I already computed the residues (assuming the two contour choice) and got \begin{equation} \text{Res}(f,i)=\lim_{z \to i} \frac{e^{-i( K_2 z^2 -K_1z)}}{(i+z)} = \frac{e^{-K_1 +iK_2}}{2i} \end{equation} which plugging back in, yields, \begin{equation} \Psi(x,t) = \frac{e^{-a^2 x} e^{+i\hbar a^4 t/2m}}{a} \text{ if } x>0 \end{equation} and if we do the same analysis for the other contour, we need \begin{equation} \text{Res}(f,-i)=\lim_{z \to -i} \frac{e^{-i( K_2 z^2 -K_1z)}}{(z-i)} = -\frac{e^{K_1 +iK_2}}{2i} \end{equation} which then is \begin{equation} \Psi(x,t) = -\frac{e^{a^2 x} e^{+i\hbar a^4 t/2m}}{a} \text{ if } x<0 \end{equation} so I am inching away from the answer. The absolute value gets recovered but there is also a minus sign out front for the $x<0$ which should not be there. My guess is this is one of those deals where clockwise/anti clockwise contour does something to the sign but I am not sure. Why is there a minus sign here?

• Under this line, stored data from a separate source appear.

describe('analytic paraboloid bowl (Archimedes: V(h) = πR²h²/(2H))', () => {
  const R = 100, H = 5, d = 0.5;
  /** The bowl inside r < R, a plateau at H to the map edge; runoff d on the bowl's cells only (its catchment). */
  function bowl(N: number): { g: Grid; rain: Grid; A: number } {
    const L = 1.25 * R, h = (2 * L) / N;
    const v = new Float64Array(N * N), rain = new Float64Array(N * N);
    let inDisc = 0;
    for (let r = 0; r < N; r++) {
      for (let c = 0; c < N; c++) {
        const x = -L + (c + 0.5) * h, y = L - (r + 0.5) * h;
        const q = Math.hypot(x, y) / R;
        v[r * N + c] = q < 1 ? H * q * q : H;
        rain[r * N + c] = q < 1 ? d : NaN;
        if (q < 1) inDisc++;
      }
    }
    const t: [number, number, number, number, number, number] = [-L, h, 0, L, 0, -h];
    return { g: new Grid({ width: N, height: N, values: v, transform: t, crs: UTM }), rain: new Grid({ width: N, height: N, values: rain, transform: t, crs: UTM }), A: inDisc * h * h };
  }

  it('holds V = d·A and stands at h = sqrt(2VH/(πR²)), converging at second order', () => {
    const sizes = [100, 200, 400, 800];
    const errs: number[] = [];
    for (const N of sizes) {
      const { g, rain, A } = bowl(N);
      const r = runoff(g, { depthRaster: rain, euler: false });
      checkBalance(r);
      expect(r.water.outflow).toBe(0);
      expect(r.bodies.count).toBe(1);
      const V = r.bodies.volume[1];
      // every cell of the catchment drains to the pit: the bowl holds the runoff of its whole area
      expect(Math.abs(V - d * A)).toBeLessThanOrEqual(1e-12 * d * A);
      const exact = Math.sqrt((2 * V * H) / (Math.PI * R * R));
      const e = Math.abs(r.bodies.level[1] - exact) / exact;
      expect(e).toBeLessThanOrEqual(1 / (N * N));
      errs.push(e);
    }
    const lx = sizes.map(Math.log), ly = errs.map(Math.log);
    const mx = lx.reduce((a, b) => a + b) / lx.length, my = ly.reduce((a, b) => a + b) / ly.length;
    let sxy = 0, sxx = 0;
    for (let i = 0; i < lx.length; i++) { sxy += (lx[i] - mx) * (ly[i] - my); sxx += (lx[i] - mx) ** 2; }
    expect(-sxy / sxx).toBeGreaterThanOrEqual(1.5);
  });

  it('the level is exact on the grid: the cells below it hold the water (direct sum), and a stage–volume row at it agrees', () => {
    const { g, rain } = bowl(200);
    const r = runoff(g, { depthRaster: rain, euler: false });
    const level = r.bodies.level[1];
    const pit = r.hierarchy.pit[1];
    const cellArea = (250 / 200) ** 2;
    const f = floodBelow(g, pit, level, 8, cellArea);
    expect(Math.abs(f.volume - r.bodies.volume[1])).toBeLessThanOrEqual(1e-9 * f.volume);
    expect(f.cells.size).toBe(r.bodies.cells[1]);
    for (const i of f.cells) expect(r.rasters.bodies[i]).toBe(1);
    const rows = runoffStageVolume(r, 1, level - r.hierarchy.pitValue[1]);
    expect(Math.abs(rows[1].volume - r.bodies.volume[1])).toBeLessThanOrEqual(1e-9 * f.volume);
  });
});
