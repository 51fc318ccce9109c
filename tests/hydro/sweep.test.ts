/**
 * The depression sweep must give exactly what an independent method gives (tests/hydro/critical-sweep.ts:
 * critical cells only, receivers downhill) — the same tree, spill and pour cells, and labels —
 * and both must give the join tree of src/morse (same passes and pits).
 */
import { describe, it, expect } from 'vitest';
import fc from 'fast-check';
import { buildComplex, GridComplex } from '../../src/surface/complex.js';
import { sortOrder } from '../../src/morse/order.js';
import { buildMergeTree } from '../../src/morse/mergetree.js';
import { sweepDepressions } from '../../src/hydro/sweep.js';
import { sweepByCriticalCells } from './critical-sweep.js';
import { randomGrid } from './helpers.js';

describe('depression sweeps', () => {
  it('critical-cell sweep = plain sweep = join tree (property test)', () => {
    fc.assert(fc.property(
      fc.integer(), fc.integer({ min: 2, max: 16 }), fc.integer({ min: 2, max: 16 }), fc.constantFrom(0, 2, 3, 6, 50),
      fc.constantFrom(0, 0, 0.1, 0.3), fc.constantFrom<4 | 6 | 8>(4, 6, 8), fc.boolean(), fc.boolean(),
      (seed, w, h, levels, holes, conn, outlet, f32) => {
        const g = randomGrid(seed, w, h, levels, holes, f32);
        const cx = buildComplex(g, { connectivity: conn, boundary: 'open', nodataOutlet: outlet }) as GridComplex;
        const order = sortOrder(g.values);
        const a = sweepDepressions(cx, order);
        const labelsA = Array.from(a.label);
        const b = sweepByCriticalCells(cx, sortOrder);
        expect(b.count).toBe(a.count);
        for (const key of ['vertex', 'birth', 'parent', 'spill', 'entry', 'to'] as const) expect(Array.from(b[key])).toEqual(Array.from(a[key]));
        for (let i = 0; i < g.size; i++) if (g.values[i] === g.values[i]) expect(b.label[i]).toBe(labelsA[i]);
        // the join tree of src/morse: the same pass cells (its non-leaf nodes other than the outside)
        const jt = buildMergeTree(cx, order, 'join');
        const passesJ: number[] = [], pitsJ: number[] = [];
        for (let k = 0; k < jt.vertex.length; k++) {
          if (jt.vertex[k] < 0) continue;
          (jt.childCount[k] === 0 ? pitsJ : passesJ).push(jt.vertex[k]);
        }
        const pitsA: number[] = [], merges: number[] = [];
        for (let k = 1; k < a.count; k++) (a.vertex[k] === a.birth[k] ? pitsA : merges).push(a.vertex[k]);
        const outletPasses = new Set<number>();
        for (let k = 1; k < a.count; k++) if (a.parent[k] === 0) outletPasses.add(a.spill[k]);
        expect(pitsA.sort((x, y) => x - y)).toEqual(pitsJ.sort((x, y) => x - y));
        // join-tree passes = merges between depressions + passes where depressions reach the outside
        const ours = new Set([...merges, ...outletPasses]);
        expect([...ours].sort((x, y) => x - y)).toEqual([...new Set(passesJ)].sort((x, y) => x - y));
      }), { numRuns: 400 });
  });
});
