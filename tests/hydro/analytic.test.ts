/**
 * Volumes of analytic bowls (Archimedes): a paraboloid z = H·(r/R)² cut by the level H holds
 * πR²H/2, a cone z = H·r/R holds πR²H/3. Below the rim, the paraboloid holds
 * V(h) = πR²h²/(2H) (stage–volume). The grid volumes converge to these as the cells shrink, at
 * second order (midpoint rule on an integrand that falls linearly to zero at the rim; the
 * lattice-point count of the disc adds an oscillating term of the same order).
 */
import { describe, it, expect } from 'vitest';
import { Grid } from '../../src/surface/grid.js';
import { ponds } from '../../src/hydro/ponds.js';
import { stageVolume } from '../../src/hydro/stage.js';

const R = 100, H = 5;

function bowl(shape: 'paraboloid' | 'cone', N: number): Grid {
  const L = 1.25 * R, h = (2 * L) / N;
  const v = new Float64Array(N * N);
  for (let r = 0; r < N; r++) {
    for (let c = 0; c < N; c++) {
      const x = -L + (c + 0.5) * h, y = L - (r + 0.5) * h;
      const q = Math.hypot(x, y) / R;
      // outside the rim a plateau at H reaches the map edge: the spill level is exactly H
      v[r * N + c] = q >= 1 ? H : shape === 'paraboloid' ? H * q * q : H * q;
    }
  }
  return new Grid({ width: N, height: N, values: v, transform: [-L, h, 0, L, 0, -h], crs: { epsg: 32633, geographic: false, linearUnit: 'metre' } });
}

function slope(xs: number[], ys: number[]): number {
  const n = xs.length, mx = xs.reduce((a, b) => a + b) / n, my = ys.reduce((a, b) => a + b) / n;
  let sxy = 0, sxx = 0;
  for (let i = 0; i < n; i++) { sxy += (xs[i] - mx) * (ys[i] - my); sxx += (xs[i] - mx) ** 2; }
  return sxy / sxx;
}

describe('volumes of analytic bowls converge to the closed forms (Archimedes)', () => {
  const sizes = [50, 100, 200, 400, 800];
  for (const [shape, exact] of [['paraboloid', (Math.PI * R * R * H) / 2], ['cone', (Math.PI * R * R * H) / 3]] as const) {
    it(`${shape}: relative error ≤ 1/N² and falls at second order`, () => {
      const errs: number[] = [];
      for (const N of sizes) {
        const r = ponds(bowl(shape, N), { euler: false });
        expect(r.hierarchy.count).toBe(1);
        expect(r.hierarchy.spillValue[1]).toBe(H);
        const e = Math.abs(r.hierarchy.volume[1] - exact) / exact;
        expect(e).toBeLessThanOrEqual(1 / (N * N));
        errs.push(e);
      }
      // observed order of convergence from a least-squares fit of log(error) on log(N)
      expect(-slope(sizes.map(Math.log), errs.map(Math.log))).toBeGreaterThanOrEqual(1.8);
    });
  }

  it('paraboloid stage–volume: V(h) = πR²h²/(2H) below the rim', () => {
    const r = ponds(bowl('paraboloid', 400), { euler: false });
    const rows = stageVolume(r, 1, H / 10);
    expect(rows).toHaveLength(11);
    for (const row of rows.slice(2)) {
      const exact = (Math.PI * R * R * row.level * row.level) / (2 * H);
      expect(Math.abs(row.volume - exact) / exact).toBeLessThan(2e-4);
      expect(Math.abs(row.area - (Math.PI * R * R * row.level) / H) / ((Math.PI * R * R * row.level) / H)).toBeLessThan(5e-3);
    }
    expect(rows[rows.length - 1].volume).toBeCloseTo(r.hierarchy.volume[1], 6);
  });
});
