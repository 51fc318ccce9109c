/**
 * ponds and runoff on two threads: the Euler self-check counts in a worker while the depression
 * sweep runs (src/hydro/common.ts openComplex). The counts, and so every result, are identical to
 * the one-thread run, on random DEMs with ties, plateaus and nodata in every connectivity and
 * nodata mode. The worker runs the compiled module (dist/): npm test builds first.
 */
import { describe, it, expect } from 'vitest';
import fc from 'fast-check';
import { Grid } from '../../src/surface/grid.js';
import { openComplex } from '../../src/hydro/common.js';
import { pondsReport } from '../../src/report/ponds.js';
import { runoffReport } from '../../src/report/runoff.js';
import { onSharedMemory } from '../../src/morse/parallel.js';
import { gridArb } from './arbitraries.js';

const TWO = { threads: 2, parallelMinCells: 0 };

/** The same grid with its values on shared memory (as the loaders give them), or not. */
function copyOf(g: Grid, shared: boolean): Grid {
  const values = shared ? onSharedMemory(g.values.slice()) : g.values.slice();
  return new Grid({ width: g.width, height: g.height, values, transform: g.transform, crs: g.crs });
}

describe('the Euler self-check of ponds and runoff in a worker', () => {
  it('openComplex counts in the worker exactly when asked for two threads on shared values, with the same figures', () => {
    fc.assert(fc.property(gridArb, ({ g, conn, outlet }) => {
      const none = () => undefined;
      const one = openComplex(copyOf(g, true), conn, outlet, true, none, { threads: 1 }).euler;
      const two = openComplex(copyOf(g, true), conn, outlet, true, none, TWO).euler;
      const unshared = openComplex(copyOf(g, false), conn, outlet, true, none, TWO).euler;
      expect(one.inWorker).toBe(false);
      expect(two.inWorker).toBe(true);
      expect(unshared.inWorker).toBe(false); // no copy of the values just for the check
      const e = one.result();
      expect(two.result()).toEqual(e);
      expect(unshared.result()).toEqual(e);
      // Source: Euler–Poincaré relation, χ counted from the simplices — common practice.
      expect(e!.holds).toBe(true);
    }), { numRuns: 80, seed: 21 });
  });

  it('ponds and runoff reports: identical with one and two threads', () => {
    fc.assert(fc.property(gridArb, ({ g, conn, outlet }) => {
      const opts = { connectivity: conn, nodataOutlet: outlet };
      const p1 = pondsReport(copyOf(g, true), { ...opts, threads: 1 });
      const p2 = pondsReport(copyOf(g, true), { ...opts, ...TWO });
      expect(JSON.stringify(p2.report)).toBe(JSON.stringify(p1.report));
      expect(Array.from(p2.result.rasters.filled)).toEqual(Array.from(p1.result.rasters.filled));
      expect(Array.from(p2.result.rasters.labels)).toEqual(Array.from(p1.result.rasters.labels));
      const r1 = runoffReport(copyOf(g, true), { ...opts, depth: 0.04, threads: 1 });
      const r2 = runoffReport(copyOf(g, true), { ...opts, depth: 0.04, ...TWO });
      expect(JSON.stringify(r2.report)).toBe(JSON.stringify(r1.report));
    }), { numRuns: 60, seed: 22 });
  });
});
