/**
 * Culverts (src/hydro/culverts.ts, src/io/culverts.ts) against closed forms.
 *
 * A valley dammed by a ridge: z = s·x + k·y² (a trough sloping down towards the east edge, x = col,
 * y = row − centre) with a ridge of height H across it at column R: upstream of the ridge the trough
 * holds a depression whose spill level is the ridge crest z_R = s·R + H (it overflows the crest where
 * the trough's axis crosses it, then runs down to the east edge). A culvert through the ridge along
 * the axis with invert z₀:
 *  - z₀ above the upstream pit: the spill level becomes z₀ and the volume is Σ (z₀ − z) over the cells
 *    below z₀ upstream — the closed form of the trough's volume, computed here cell by cell from the
 *    formula (not from sill's sweep) — and the depression is reported as shrunk;
 * *  - z₀ below the upstream pit (but not below the ground just downstream, where a lower invert would dig a
 *    sump of its own) or no invert (the lower, downstream end): the depression vanishes;
 *  - properties: the culvert only lowers cells (never raises), only on its line, and the filled DEM
 *    with the culvert is never above the filled DEM without it.
 */
import { describe, it, expect } from 'vitest';
import { writeFileSync, mkdtempSync } from 'node:fs';
import { join } from 'node:path';
import { tmpdir } from 'node:os';
import { Grid } from '../../src/surface/grid.js';
import { ponds } from '../../src/hydro/ponds.js';
import { applyCulverts, culvertEffects, EFFECT_STATUS } from '../../src/hydro/culverts.js';
import { readCulverts } from '../../src/io/culverts.js';
import { InputError } from '../../src/errors.js';

const W = 80, Hh = 41, s = 0.1, k = 0.05, R = 50, RIDGE = 3;
const centre = (Hh - 1) / 2;
const ground = (c: number, r: number) => 20 - s * c + k * (r - centre) ** 2; // falls towards the east edge
function dammed(): Grid {
  const v = new Float64Array(W * Hh);
  for (let r = 0; r < Hh; r++) for (let c = 0; c < W; c++) v[r * W + c] = ground(c, r) + (c === R ? RIDGE : 0) + (c < 2 ? 5 : 0); // a wall at the west edge
  // map x = col + 0.5, y = −(row + 0.5): transform [0, 1, 0, 0, 0, −1]
  return new Grid({ width: W, height: Hh, values: v, transform: [0, 1, 0, 0, 0, -1], crs: { epsg: 32633, geographic: false, linearUnit: 'metre' } });
}
const axisY = -(centre + 0.5);
const culvert = (invert: number | null) => [{ name: 'road culvert', xy: [R - 2 + 0.5, axisY, R + 2 + 0.5, axisY], invert }];

/** Σ (h − z) over the cells west of the ridge below h (cell area 1), from the formula. */
function troughVolume(h: number): number {
  let v = 0;
  for (let r = 0; r < Hh; r++) for (let c = 2; c < R; c++) { const z = ground(c, r); if (z < h) v += h - z; }
  return v;
}

describe('a culvert through a dam', () => {
  const g = dammed();
  const before = ponds(g, { connectivity: 8, euler: false });
  const up = 1; // the one depression: the trough upstream of the ridge
  it('without it, the trough fills to the ridge crest', () => {
    expect(before.hierarchy.count).toBe(1);
    expect(before.hierarchy.spillValue[up]).toBeCloseTo(ground(R, centre) + RIDGE, 12);
  });

  it('an invert above the pit: the spill level becomes the invert and the volume the closed form', () => {
    const pit = before.hierarchy.pitValue[up];
    const z0 = pit + 1.7;
    const { grid: g2, culverts } = applyCulverts(g, culvert(z0));
    expect(culverts[0].invertFrom).toBe('given');
    expect(culverts[0].lowered).toBeGreaterThan(0);
    const after = ponds(g2, { connectivity: 8, euler: false });
    const H = after.hierarchy;
    expect(H.count).toBe(1);
    expect(H.spillValue[1]).toBe(z0);
    expect(Math.abs(H.volume[1] - troughVolume(z0)) / troughVolume(z0)).toBeLessThan(1e-12);
    const fx = culvertEffects(before.hierarchy, H, after.rasters.labels);
    expect(fx.counts.shrank).toBe(1);
    expect(EFFECT_STATUS[fx.changed.status[0]]).toBe('shrank');
    expect(fx.changed.volumeAfter[0]).toBe(H.volume[1]);
    // never raises, only on the line; the filled DEM never rises
    const line = new Set(culverts[0].cells);
    for (let i = 0; i < g.size; i++) {
      expect(g2.values[i]).toBeLessThanOrEqual(g.values[i]);
      if (!line.has(i)) expect(g2.values[i]).toBe(g.values[i]);
      expect(after.rasters.filled[i]).toBeLessThanOrEqual(before.rasters.filled[i]);
    }
  });

  it('no invert (the lower end) or one below the pit: the depression vanishes', () => {
    for (const inv of [null, before.hierarchy.pitValue[up] - 0.05]) {
      const { grid: g2, culverts } = applyCulverts(g, culvert(inv));
      if (inv === null) expect(culverts[0].invertFrom).toBe('lower end');
      const after = ponds(g2, { connectivity: 8, euler: false });
      expect(after.hierarchy.count).toBe(0);
      const fx = culvertEffects(before.hierarchy, after.hierarchy, after.rasters.labels);
      expect(fx.counts.vanished).toBe(1);
    }
  });

  it('the line is open in 4-connectivity too (a 4-connected chain of cells)', () => {
    const { grid: g2 } = applyCulverts(g, [{ name: 'diagonal', xy: [R - 3 + 0.5, axisY - 2, R + 3 + 0.5, axisY + 2], invert: before.hierarchy.pitValue[up] - 0.05 }]);
    expect(ponds(g2, { connectivity: 4, euler: false }).hierarchy.count).toBe(0);
  });
});

describe('culvert files', () => {
  const g = dammed();
  const dir = mkdtempSync(join(tmpdir(), 'sill-culv-'));
  const file = (name: string, text: string) => { const p = join(dir, name); writeFileSync(p, text); return p; };
  it('GeoJSON LineStrings with invert and name, and CSV rows', () => {
    const gj = file('c.geojson', JSON.stringify({ type: 'FeatureCollection', crs: { type: 'name', properties: { name: 'urn:ogc:def:crs:EPSG::32633' } }, features: [
      { type: 'Feature', properties: { name: 'A7 culvert', invert: 12.5 }, geometry: { type: 'LineString', coordinates: [[48.5, -20.5], [52.5, -20.5]] } },
      { type: 'Feature', properties: {}, geometry: { type: 'MultiLineString', coordinates: [[[10.5, -5.5], [11.5, -6.5], [12.5, -6.5]]] } },
    ] }));
    expect(readCulverts(gj, g)).toEqual([
      { name: 'A7 culvert', xy: [48.5, -20.5, 52.5, -20.5], invert: 12.5 },
      { name: 'culvert 2', xy: [10.5, -5.5, 11.5, -6.5, 12.5, -6.5], invert: null },
    ]);
    const csv = file('c.csv', 'name,x1,y1,x2,y2,invert\nfarm pipe,48.5,-20.5,52.5,-20.5,\n# a comment\n,10.5,-5.5,12.5,-6.5,13\n');
    expect(readCulverts(csv, g)).toEqual([
      { name: 'farm pipe', xy: [48.5, -20.5, 52.5, -20.5], invert: null },
      { name: 'culvert 2', xy: [10.5, -5.5, 12.5, -6.5], invert: 13 },
    ]);
  });

  const bad: [string, string, RegExp][] = [
    ['outside the grid', 'x1,y1,x2,y2\n500,-20,510,-20\n', /outside the DEM/],
    ['lon/lat on a projected DEM', JSON.stringify({ type: 'FeatureCollection', features: [{ type: 'Feature', properties: {}, geometry: { type: 'LineString', coordinates: [[13.4, 52.5], [13.5, 52.5]] } }] }), /looks like longitude\/latitude/],
    ['another CRS', JSON.stringify({ type: 'FeatureCollection', crs: { type: 'name', properties: { name: 'urn:ogc:def:crs:EPSG::4326' } }, features: [] }), /CRS is .*EPSG::4326.* reproject/],
    ['a polygon', JSON.stringify({ type: 'FeatureCollection', features: [{ type: 'Feature', properties: {}, geometry: { type: 'Polygon', coordinates: [] } }] }), /feature 1 is a Polygon/],
    ['a bad invert', JSON.stringify({ type: 'FeatureCollection', features: [{ type: 'Feature', properties: { invert: 'low' }, geometry: { type: 'LineString', coordinates: [[10.5, -5.5], [12.5, -5.5]] } }] }), /invert "low"/],
    ['unparsable JSON', '{"type": "FeatureCollection", ', /not valid JSON/],
    ['a CSV without the header', '1,2,3,4\n', /header must name x1,y1,x2,y2/],
    ['a CSV with text', 'x1,y1,x2,y2\n1,2,three,4\n', /line 2: x2 'three' is not a number/],
    ['empty', 'x1,y1,x2,y2\n', /holds no culvert lines/],
  ];
  for (const [name, text, msg] of bad) {
    it(`refuses ${name} with one line`, () => {
      const p = file(`bad-${name.replace(/\W+/g, '-')}`, text);
      let err: unknown;
      try { readCulverts(p, g); } catch (e) { err = e; }
      expect(err).toBeInstanceOf(InputError);
      expect((err as Error).message).toMatch(msg);
      expect((err as Error).message).not.toMatch(/\n/);
    });
  }
});
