/** `sill ponds IN`: depression hierarchy, spill levels, pour points, volumes; filled/depth/label rasters. */
import { Option, type Command } from 'commander';
import { InputError } from '../errors.js';
import { pondsReport, pondsCsvColumns, pondsCsvRow, culvertsReport, type PondsReport } from '../report/ponds.js';
import { ponds } from '../hydro/ponds.js';
import type { Hierarchy } from '../hydro/hierarchy.js';
import { applyCulverts, culvertEffects, type Culvert } from '../hydro/culverts.js';
import { readCulverts, type CulvertSpec } from '../io/culverts.js';
import { topK } from '../report/hydro-common.js';
import { writeDepressionsGeojson, writePourPointsGeojson, depressionsDescription, outlinesNote, POUR_POINTS_DESCRIPTION } from '../report/depressions-geojson.js';
import { OUTLINE_LEVELS, type OutlineLevels } from '../hydro/vectors.js';
import type { PondsResult } from '../hydro/ponds.js';
import { topLabels } from '../hydro/rasters.js';
import { writeSpillPathsGeojson } from '../report/spill-paths-geojson.js';
import { writeCatchmentsGeojson } from '../report/catchments-geojson.js';
import { toWgs84 } from '../hydro/reproject.js';
import { stageVolume } from '../hydro/stage.js';
import type { OutputFolder } from '../io/outdir.js';
import { openGeoPackage, type GeoPackageOutput } from '../io/gpkg-thread.js';
import { defaultThreads } from '../io/tile-encoder.js';
import { addCommonOptions, parseNumber, parseThreads, Progress, say, fmt, fmtCoord, openOutput, NO_GPKG, inputTime, GPKG_FILE, THRESHOLD, AREA_THRESHOLD, type NumberLimits } from './common.js';
import {
  parseOpenBoundary, parseNodataAs, parseZAndStage, checkHydroReport, printReport, writeReportFile, writeIdCsv,
  stageCsv, summaryHead, summaryTail, type HydroCliOptions,
} from './hydro-common.js';
import { prepareInput, inputList, mosaicInfo, rasterNames, rasterFiles, writeRasterProducts, type Inputs } from './mosaic.js';
import type { OpenedMosaic } from '../io/mosaic.js';
import { checkCellBudget, featureBudget } from './budget.js';
import { runTiledPonds, tiledNote, TILED_PONDS_FILES } from './tiled.js';
import { reportRequest, addReport, reportSummary, reportNames, flagsOf, PONDS_FLAGS, type ReportRequest } from './report-option.js';
import { buildPondsReport as buildPondsHtml } from '../render/html/ponds.js';
import { addStagedOptions, stagedRequested, runPondsStaged, type StagedCliOptions } from './staged.js';

export interface PondsCliOptions extends HydroCliOptions {
  minDepth?: string;
  minArea?: string;
  minVolume?: string;
  fillOnlyBelow?: string;
  labelLevel?: string;
  outlines?: string;
  zUnits?: string;
  xyUnits?: string;
  wgs84?: boolean;
  culverts?: string;
  /** false with --no-gpkg: no results.gpkg. */
  gpkg?: boolean;
  /** A mosaic tile by tile even when it would fit in memory assembled (src/cli/tiled.ts). */
  tiled?: boolean;
  workers?: string;
  runDir?: string;
}

export function registerPonds(program: Command): void {
  const cmd = program
    .command('ponds')
    .description('closed depressions of a DEM: spill levels, pour points, volumes and nesting; filled, depth and label rasters')
    .argument('<input...>', 'GeoTIFF, .npy or text grid (a DEM); or a mosaic: a .vrt, a folder of GeoTIFF tiles, or several GeoTIFF paths');
  addCommonOptions(cmd, { boundary: 'open' })
    .addOption(new Option('--nodata-as <mode>', 'nodata cells: outlet (water drains into them) or wall').choices(['outlet', 'wall']).default('outlet'))
    .option('--min-depth <v>', 'merge depressions shallower than V (spill − pit, vertical unit) into their parent')
    .option('--min-area <v>', 'merge depressions with a wet area below V (m², or map units² without a CRS) into their parent')
    .option('--min-volume <v>', 'merge depressions holding less than V (m³) into their parent')
    .option('--fill-only-below <v>', 'in filled.tif and depth.tif, fill only depressions holding less than V (m³)')
    .addOption(new Option('--label-level <level>', 'labels.tif holds the innermost (leaf) or the outermost (top) depression id').choices(['leaf', 'top']).default('leaf'))
    .addOption(new Option('--outlines <levels>', 'depressions.geojson outlines the outermost depressions (top), the innermost (leaf) or every level of the nesting (all)').choices([...OUTLINE_LEVELS]).default('top'))
    .option('--z-units <unit>', 'vertical unit of the DEM: m, ft, us-ft, cm, mm (default: metres, assumed)')
    .option('--z-factor <f>', 'metres per vertical unit of the DEM (instead of --z-units)')
    .option('--xy-units <unit>', 'horizontal unit when the input has no CRS: m, ft, us-ft, km, deg')
    .option('--wgs84', 'also write depressions-wgs84.geojson and pour-points-wgs84.geojson in longitude/latitude (projected CRSs with a known EPSG code)')
    .option('--stage-volume <id>', 'write stage-volume-ID.csv: water level, wet area and volume of depression ID from its pit to its spill level')
    .option('--culverts <file>', 'lines through embankments (GeoJSON LineStrings or CSV x1,y1,x2,y2[,invert][,name]) where water passes at the invert; reports what changed')
    .option('--stage-step <dz>', 'level step of the stage-volume table (vertical unit; default: 50 steps)')
    .option(...NO_GPKG)
    .option('--tiled', 'analyse a mosaic tile by tile, as when it would not fit in memory assembled (docs/tiles.md; fewer outputs)')
    .option('--workers <n>', 'tiles analysed at a time by a tile-by-tile run (default: the number of cores); with --scheduler: tasks at a time (slurm: the arrays\' limit, none by default)')
    .option('--run-dir <dir>', 'folder for the stage files and labels of a tile-by-tile run (default: inside the output folder\'s staging folder, removed at the end); with --scheduler: the run folder on a file system every node sees, and a rerun with the same folder resumes');
  addStagedOptions(cmd)
    .action(async (input: string[], opts: PondsCliOptions & StagedCliOptions) => {
      if (stagedRequested(opts)) await runPondsStaged(input, opts);
      else await runPondsCommand(input, opts);
    });
}

function optionalNumber(name: string, s: string | undefined, limits: NumberLimits): number | undefined {
  return s === undefined ? undefined : parseNumber(name, s, limits);
}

I believe, although this is probably a common question, I didn't find anything exactly like it on the site.

Answer 1

An alternative way is to use the propagator. I will set $\hbar^2/m=1$ so that the propagator is: $$ \begin{align} G &= \int e^{-itk^2/2}e^{ikx}\frac{dk}{2\pi} \\ &= \frac{e^{ix^2/2t}}{\sqrt{-i2\pi t}} \end{align} $$ Setting $a=1$, your wave function is: $$ \begin{align} \psi &= \int e^{-|y|}\frac{e^{i(x-y)^2/2t}}{\sqrt{-i2\pi t}}dy \\ &= \int_{-\infty}^x e^{y-x}\frac{e^{iy^2/2t}}{\sqrt{-i2\pi t}}dy+\int_x^{+\infty} e^{x-y}\frac{e^{iy^2/2t}}{\sqrt{-i2\pi t}}dy \\ &= -\frac{e^{-x+it/2}}{\sqrt{-i2\pi t}}\int_{-x}^{+\infty} e^{i(y+it)^2/2t}dy+\frac{e^{x+it/2}}{\sqrt{-i2\pi t}}\int_x^{+\infty} e^{i(y+it)^2/2t}dy \\ &= -\frac{e^{-x+it/2}}{2}\text{erfc}\left(\frac{it-x}{\sqrt{-i2\pi t}}\right)+\frac{e^{x+it/2}}{2}\text{erfc}\left(\frac{it+x}{\sqrt{-i2\pi t}}\right) \end{align} $$

You can recover this formula in Fourier space. However, as Hyperon remarked, your approach was wrong because you are neglecting the contribution of the arc that closes the contour. In your case Jordan's lemma does not apply, and in fact it is precisely this arc that will give you the error function.

Answer 2

Trying to evaluate your integral by using complex integration over a closed contour in the complex plane is doomed to fail (in this case) as the contribution from a large semicircle with radius $R$ will never vanish in the limit $R \to \infty$ because of the presence of the term $\exp(-i K_2 z^2)$ with $K_2 \gt 0$ in the integrand. Parametrizing the large semicircle by $z= R \exp( i \varphi)$ (with $0\le \varphi \le \pi$ for a semicircle chosen in the upper half of the complex plane or $\pi \le \varphi \le 2\pi$ for a semicircle in the lower half plane), the term $$\exp(-i K_2 z^2)= \exp(-i K_2 R^2 \cos 2 \varphi)\exp(K_2 R^2 \sin 2 \varphi)$$ explodes for $K_2 R^2 \sin 2 \varphi\gt 0$, corresponding to $0 \lt \varphi \lt \pi/2 $ (semicircle in the upper half plane) or $\pi \lt \varphi \lt 3\pi/2$ (semicircle in the lower half plane). Note that the subdominant term $\exp(iK_1 z)$ does not play any role in this context. Note also that your integral cannot be expressed in terms of elementary functions (except in the special case $K_2=0$).